Abstract:
This study utilized the transgenic Tg2576 mouse model of Alzheimer’s Disease (AD) that
expresses the human amyloid precursor protein (APP). Iron, zinc, and copper in the brain
are thought to interact with amyloid proteins, specifically Aβ, to facilitate the cognitive
decline associated with AD. Transgenic (Tg) and Wildtype (Wt) control mice were given
different doses of metal in their water supply beginning at approximately 3 months of age
and were tested for memory impairment with a fear conditioning (FC) test at 14 months
of age. The FC test was 6 minutes in duration, with the shock administered on the last 3
minutes of the Training Day (Day 1). The water groups were lab (no added metal), iron
[Fe(NO3)2 at 10ppm], zinc [Zn(CO3) at 10ppm], and zinc + copper [Zn(CO3) at 10ppm
and CuCl2 at .25ppm respectively]. There was an unexpected difference between the
genotypes on the Training Day. The Tg mice displayed abnormally low freezing
behaviors when compared to the Wt mice and it is unclear whether this was caused by
plaque associated brain damage, or a differential response to the fear stimulus due to
hyperactivity. Due to this difference between the genotypes an individual growth curve
(IGC) analysis was conducted and indicated that there was a significant difference
between genotypes, but not between water groups. In the contextual environment, the Tg
mice exhibited significantly lower freezing behavior than the Wt mice. Conversely, in
the cued environment the Tg mice exhibited significantly more freezing behavior than the
Wt mice. This result in the cued environment was unexpected, but when the contextual
freezing behavior of the Tg mice was subtracted from their cued freezing behavior, there
was no significant difference between the two genotypes. This suggests that there was
impaired contextual conditioning in the Tg mice and the inability to distinguish between
the contextual and cued environments resulted in an additive effect on the freezing
behavior of the Tg group in the cued environment. The mice were sacrificed at 18
months of age and the plaque load of the Tg lab and iron water groups was analyzed.

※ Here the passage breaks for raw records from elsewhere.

"""The error law in sentences: which it is, what came next, how sure that is."""

from __future__ import annotations

import math

from scantling.law.families import ErrorLaw, Fit
from scantling.report.wording import index, p_value

NAMES = {
    "normal": "normal", "laplace": "Laplace", "ged": "generalised error",
    "student-t": "Student t", "skewed-t": "skewed Student t", "stable": "stable",
    "spliced": "spliced (the sample's own body, Pareto tails)",
}  # fmt: skip
SURE = 1.645
"""Standard errors from which on the law is called clearly better than the next."""
CLEAR = 2.0
"""Units of log-likelihood a clear lead has besides: nested laws differ little and steadily."""
REJECTED = 0.05


def law_sentences(law: ErrorLaw) -> list[str]:
    """What the section on the law says, a sentence or two a paragraph."""
    named = ", ".join(f"{name} {value:.4g}" for name, value in law.innovation.parameters.items())
    own = law.innovation.tail_index
    tail = "every moment exists" if not math.isfinite(own) else f"tail index {index(own)}"
    said = [f"The law is {NAMES[law.family]} with {named}; {tail}."]
    path = law.volatility
    if path is not None:
        recurrence = f"alpha {path.alpha:.3f}, beta {path.beta:.3f}"
        if path.leverage:
            recurrence += f", leverage {path.leverage:.3f}"
        said.append(
            "It is of the innovations, on"
            f" {'the fitted' if path.path.size > 1 else 'a stated'}"
            f" {path.kind.upper()}(1,1) volatility path: {recurrence}."
        )
    if law.autoregression is not None:
        lags = ", ".join(f"{value:.3f}" for value in law.autoregression.coefficients)
        said.append(
            "It is of the shocks: the errors are an autoregression of them, with coefficients"
            f" {lags}, and vary {law.autoregression.gain:.2f} times as much."
        )
    if law.fit.note:
        said.append(f"{law.fit.note[0].upper()}{law.fit.note[1:]}.")
    said += [*_next_in_line(law.family, law.fit), *_goodness(law.fit)]
    return said


def _next_in_line(family: str, fit: Fit) -> list[str]:
    """The runner-up, and whether the sample tells it apart."""
    if not fit.runner_up or fit.margin is None or fit.margin_error is None:
        return []
    other, size = NAMES[fit.runner_up], abs(fit.margin)
    measured = f"{size:.1f} units of log-likelihood out of sample (standard error"
    measured += f" {fit.margin_error:.1f})"
    if fit.margin < 0:
        return [
            f"Next is {other}, which does better by {measured}, too little to give up"
            f" {NAMES[family]}."
        ]
    if size > max(CLEAR, SURE * fit.margin_error):
        return [f"It beats the next, {other}, clearly: by {measured}."]
    return [f"The sample hardly tells it from the next, {other}: it leads by {measured}."]


def _goodness(fit: Fit) -> list[str]:
    """The test of fit."""
    if fit.p_value is None:
        return []
    verdict = "rejected" if fit.p_value <= REJECTED else "not rejected"
    return [
        f"Anderson-Darling distance {fit.distance:.2f}, {p_value(fit.p_value)} by parametric"
        f" bootstrap: the law is {verdict}."
    ]
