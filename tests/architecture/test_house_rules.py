"""What every module keeps to: docstrings, frozen records, sizes, names, no printing."""

from __future__ import annotations

import ast
import shutil
import subprocess
from collections.abc import Iterator
from pathlib import Path

import pytest

import scantling

ROOT = Path(scantling.__file__).parent
PATHS = sorted(ROOT.rglob("*.py"))
TREES = {str(path.relative_to(ROOT)): ast.parse(path.read_text(encoding="utf-8")) for path in PATHS}
PUBLIC = (
    "InputError", "NotAvailableError", "ScantlingError", "budget", "fit_law", "lasso_batch",
    "moment_exists", "read_design", "render", "tail_index", "vet",
)  # fmt: skip


def is_text(node: ast.stmt | None) -> bool:
    """Whether a statement is a string standing alone."""
    return (
        isinstance(node, ast.Expr)
        and isinstance(node.value, ast.Constant)
        and isinstance(node.value.value, str)
        and bool(node.value.value.strip())
    )


def classes(tree: ast.Module) -> Iterator[ast.ClassDef]:
    """Every class of a module."""
    return (node for node in ast.walk(tree) if isinstance(node, ast.ClassDef))


def dataclass_call(node: ast.ClassDef) -> ast.expr | None:
    """The dataclass decorator of a class, if it has one."""
    for decorator in node.decorator_list:
        called = decorator.func if isinstance(decorator, ast.Call) else decorator
        if ast.unparse(called).split(".")[-1] == "dataclass":
            return decorator
    return None


def test_public_names_are_exactly_these() -> None:
    assert sorted(scantling.__all__) == list(PUBLIC)
    for name in PUBLIC:
        assert getattr(scantling, name).__doc__, name
        assert name in dir(scantling)
    with pytest.raises(AttributeError, match="no attribute 'helpers'"):
        scantling.helpers  # noqa: B018
    assert issubclass(scantling.InputError, ValueError)
    assert issubclass(scantling.NotAvailableError, scantling.InputError)


def test_dataclasses_are_frozen_slotted_and_keyword_only() -> None:
    wanted = {"frozen": True, "slots": True, "kw_only": True}
    wrong, seen = [], 0
    for name, tree in TREES.items():
        for node in classes(tree):
            decorator = dataclass_call(node)
            if decorator is None:
                continue
            seen += 1
            given = {}
            if isinstance(decorator, ast.Call):
                given = {k.arg: ast.literal_eval(k.value) for k in decorator.keywords}
            if not wanted.items() <= given.items():
                wrong.append(f"{name}: {node.name}")
    assert seen > 40
    assert not wrong, "\n".join(wrong)


def test_every_field_of_a_record_is_described() -> None:
    """A string after the field; class variables are no fields."""
    wrong = []
    for name, tree in TREES.items():
        for node in classes(tree):
            if dataclass_call(node) is None:
                continue
            for place, field in enumerate(node.body):
                if not isinstance(field, ast.AnnAssign):
                    continue
                if "ClassVar" in ast.unparse(field.annotation):
                    continue
                after = node.body[place + 1] if place + 1 < len(node.body) else None
                if not is_text(after):
                    wrong.append(f"{name}:{field.lineno}: {node.name}.{ast.unparse(field.target)}")
    assert not wrong, f"{len(wrong)} fields without a line:\n" + "\n".join(wrong)


def test_modules_and_everything_public_have_docstrings() -> None:
    wrong = []
    for name, tree in TREES.items():
        if not ast.get_docstring(tree):
            wrong.append(name)
        for owner in [tree, *classes(tree)]:
            hidden = isinstance(owner, ast.ClassDef) and owner.name.startswith("_")
            for node in owner.body:
                if hidden or not isinstance(node, ast.FunctionDef | ast.ClassDef):
                    continue
                if not node.name.startswith("_") and not ast.get_docstring(node):
                    wrong.append(f"{name}:{node.lineno}: {node.name}")
    assert not wrong, "\n".join(wrong)


def test_everything_is_typed() -> None:
    """Every argument and every result; mypy says whether the types hold."""
    wrong = []
    for name, tree in TREES.items():
        for node in ast.walk(tree):
            if isinstance(node, ast.FunctionDef):
                every = [*node.args.posonlyargs, *node.args.args, *node.args.kwonlyargs]
                bare = [a.arg for a in every if a.annotation is None]
                if node.returns is None or set(bare) - {"self", "cls"}:
                    wrong.append(f"{name}:{node.lineno}: {node.name}")
    assert not wrong, "\n".join(wrong)


def test_computing_never_prints() -> None:
    """No print anywhere; only cli/ touches the terminal's streams."""
    wrong = []
    for name, tree in TREES.items():
        for node in ast.walk(tree):
            if isinstance(node, ast.Call) and ast.unparse(node.func) == "print":
                wrong.append(f"{name}:{node.lineno}")
            streams = isinstance(node, ast.Attribute) and node.attr in ("stdout", "stderr")
            if streams and not name.startswith("cli"):
                wrong.append(f"{name}:{node.lineno}")
    assert not wrong, "\n".join(wrong)


def test_randomness_comes_from_named_streams_only() -> None:
    """No global state, and generators are made in core/streams.py alone."""
    wrong = []
    for name, tree in TREES.items():
        for node in ast.walk(tree):
            if not isinstance(node, ast.Call):
                continue
            called = ast.unparse(node.func)
            if called.startswith(("random.", "np.random.")) and name != "core/streams.py":
                wrong.append(f"{name}:{node.lineno}: {called}")
    assert not wrong, "\n".join(wrong)


def test_sizes() -> None:
    long = {p: n for p in PATHS if (n := len(p.read_text("utf-8").splitlines())) > 400}
    assert not long, long


def test_names() -> None:
    banned = {"utils", "util", "helpers", "helper", "misc", "common"}
    for path in PATHS:
        assert not banned & set(path.relative_to(ROOT).with_suffix("").parts), path
        assert len(path.relative_to(ROOT).parts) <= 2, f"{path}: deeper than package, stage, module"


def test_test_files_have_one_name_each() -> None:
    tests = ROOT.parents[1] / "tests"
    if not tests.is_dir():
        pytest.skip("installed without its tests")
    files = [path.name for path in tests.rglob("test_*.py")]
    assert len(files) == len(set(files))
    assert not list(tests.rglob("__init__.py"))


def test_top_level_of_the_repository() -> None:
    top = ROOT.parents[1]
    git = shutil.which("git")
    if git is None or not (top / ".git").exists():
        pytest.skip("not a checkout")
    done = subprocess.run(
        [git, "-C", str(top), "ls-files", "--cached", "--others", "--exclude-standard"],
        capture_output=True,
        text=True,
        check=True,
    )
    found = {line.split("/")[0] for line in done.stdout.splitlines() if (top / line).exists()}
    assert {name for name in found if not name.startswith(".")} == {
        "README.md", "DEVELOPERS.md", "CHANGELOG.md", "pyproject.toml", "src", "tests", "reports",
        "examples",
    }  # fmt: skip
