"""The whole result of one vetting, as one frozen record."""

from __future__ import annotations

from dataclasses import dataclass
from typing import Protocol

from scantling.design.series_file import SeriesFile
from scantling.design.spec import Design, TargetSpec
from scantling.diagnostics.battery import Diagnosis
from scantling.diagnostics.series import SeriesDiagnosis
from scantling.law.families import ErrorLaw
from scantling.planning.budget import Budget
from scantling.planning.plan import Plan
from scantling.planning.remedies import Remedy
from scantling.planning.stress import Stress
from scantling.planning.verdict import Verdict


@dataclass(frozen=True, slots=True, kw_only=True)
class DesignAsRead:
    """What reading and expanding made of the design."""

    names: tuple[str, ...]
    """The P candidate columns."""
    rows: int
    """Rows used."""
    raw_columns: int
    """Columns of the table that were taken."""
    rows_dropped: int
    """Rows left out for missing values."""
    rows_lost: int
    """Rows at the start that have no lags."""
    skipped: tuple[str, ...]
    """Columns of the table without any number."""
    dropped: tuple[tuple[str, str], ...]
    """Candidates the expansion made constant or made twice, with the reason."""
    time_ordered: bool
    """Whether rows follow one another in time."""
    span: tuple[str, str] | None
    """First and last time label used."""
    explained: float
    """Share of the response's variance the pilot explains out of fold."""
    pilot_columns: tuple[str, ...]
    """Columns of the pilot on all rows."""
    folds: str
    """contiguous | random."""
    response_sd: float
    """Standard deviation of the response, in its units."""
    residual_sd: float
    """Standard deviation of the pilot's residuals, in units of the response."""


@dataclass(frozen=True, slots=True, kw_only=True)
class Receipt:
    """What is needed to run it again and compare."""

    version: str
    """Of this package."""
    seed: int
    """Of every stream of the run."""
    replicates: int
    """Monte Carlo replicates."""
    inputs: tuple[tuple[str, str], ...]
    """Base name and sha-256 of each file read."""
    libraries: tuple[tuple[str, str], ...]
    """Name and version."""
    command: str
    """Command line that repeats the run; without what does not change the result."""
    seconds: float
    """Wall-clock time of the run; volatile."""
    finished: str
    """When it ended, UTC; volatile."""


class HasLaw(Protocol):
    """What the section on the error law needs."""

    @property
    def law(self) -> ErrorLaw:
        """Fitted error law."""


class Diagnosed(Protocol):
    """What the sections on design, tails, moments and law need."""

    @property
    def design(self) -> Design:
        """The design file."""

    @property
    def read(self) -> DesignAsRead:
        """What reading and expanding made of it."""

    @property
    def diagnosis(self) -> Diagnosis:
        """What the data say."""

    @property
    def law(self) -> ErrorLaw:
        """Fitted error law."""


@dataclass(frozen=True, slots=True, kw_only=True)
class DesignDiagnosis:
    """The diagnostics of one design, without a budget."""

    design: Design
    """The design file."""
    read: DesignAsRead
    """What reading and expanding made of it."""
    diagnosis: Diagnosis
    """What the data say."""
    law: ErrorLaw
    """Fitted error law."""
    receipt: Receipt
    """What is needed to run it again."""


@dataclass(frozen=True, slots=True, kw_only=True)
class SeriesReport:
    """The diagnostics of one bare series."""

    source: SeriesFile
    """Where it comes from."""
    time_ordered: bool
    """Whether its values follow one another in time."""
    diagnosis: SeriesDiagnosis
    """What it says."""
    law: ErrorLaw
    """Law fitted to it."""
    extremes: tuple[tuple[int, float, float, float], ...]
    """Rank, observed size, the law's median and 95 % point there."""
    receipt: Receipt
    """What is needed to run it again."""


class Budgeted(Protocol):
    """What the first screen and the sections on limits, selection and rows need."""

    @property
    def title(self) -> str:
        """Shown first."""

    @property
    def target(self) -> TargetSpec:
        """What has to be achieved."""

    @property
    def budget(self) -> Budget:
        """All limits."""

    @property
    def stress(self) -> Stress | None:
        """Refits."""

    @property
    def remedies(self) -> tuple[Remedy, ...]:
        """What would help."""

    @property
    def verdict(self) -> Verdict:
        """The judgement."""


@dataclass(frozen=True, slots=True, kw_only=True)
class PlanReport:
    """The budget of a design on paper."""

    title: str
    """Shown first."""
    plan: Plan
    """What was stated."""
    facts: tuple[str, ...]
    """The statement in sentences, for the reader."""
    budget: Budget
    """All limits, and what they allow."""
    stress: Stress | None
    """None where selection was not simulated."""
    verdict: Verdict
    """What the report says first."""
    receipt: Receipt
    """What repeats the run."""

    @property
    def target(self) -> TargetSpec:
        """What the design has to achieve."""
        return self.plan.target

    @property
    def remedies(self) -> tuple[Remedy, ...]:
        """None are computed for columns on paper."""
        return ()

    def to_json(self) -> str:
        """The JSON twin: schema scantling-budget/1."""
        from scantling.report.budget_document import plan_json

        return plan_json(self)


@dataclass(frozen=True, slots=True, kw_only=True)
class Report:
    """One design, vetted."""

    design: Design
    """As asked for."""
    read: DesignAsRead
    """As found in the data."""
    diagnosis: Diagnosis
    """Tails, moments, variance, dependence, geometry."""
    law: ErrorLaw
    """Fitted to the residuals."""
    budget: Budget
    """All limits, and what they allow."""
    stress: Stress | None
    """None where selection could not be simulated; the reason is the stability limit's note."""
    remedies: tuple[Remedy, ...]
    """Best first; empty where none applies."""
    verdict: Verdict
    """What the report says first."""
    receipt: Receipt
    """What repeats the run."""

    @property
    def title(self) -> str:
        """Of the design."""
        return self.design.title

    @property
    def target(self) -> TargetSpec:
        """What the design has to achieve."""
        return self.design.target

    def to_json(self) -> str:
        """The JSON twin of the text report: schema scantling-report/1, keys stable."""
        from scantling.report.document import report_json

        return report_json(self)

Linear regression analyses were conducted on these water groups and a significant
negative correlation was found between plaque burden and freezing behavior for minutes
456 of the Training Day (Day 1) and minutes 456 of Day 2 (the first trial in the
contextual environment). Higher plaque burden was associated with a lower freezing
behavior. Also the lab water group had a higher plaque burden than the iron water group
in the basal ganglia and exhibited significantly less freezing on minutes 456 of Day 2 in
the contextual environment. This supports the theory that a higher plaque burden is
disrupting the hippocampus and possibly the basal ganglia, which results in a change in
motor behavior (hyperactivity and reduced freezing), and that the intake of metals (such
as iron) could affect the deposition of plaques in specific brain areas. The overall
conclusion is that when looking at the effects of water type on freezing behavior, the
strong differences found between the genotypes could have overshadowed weaker
differences between water types that may have been present.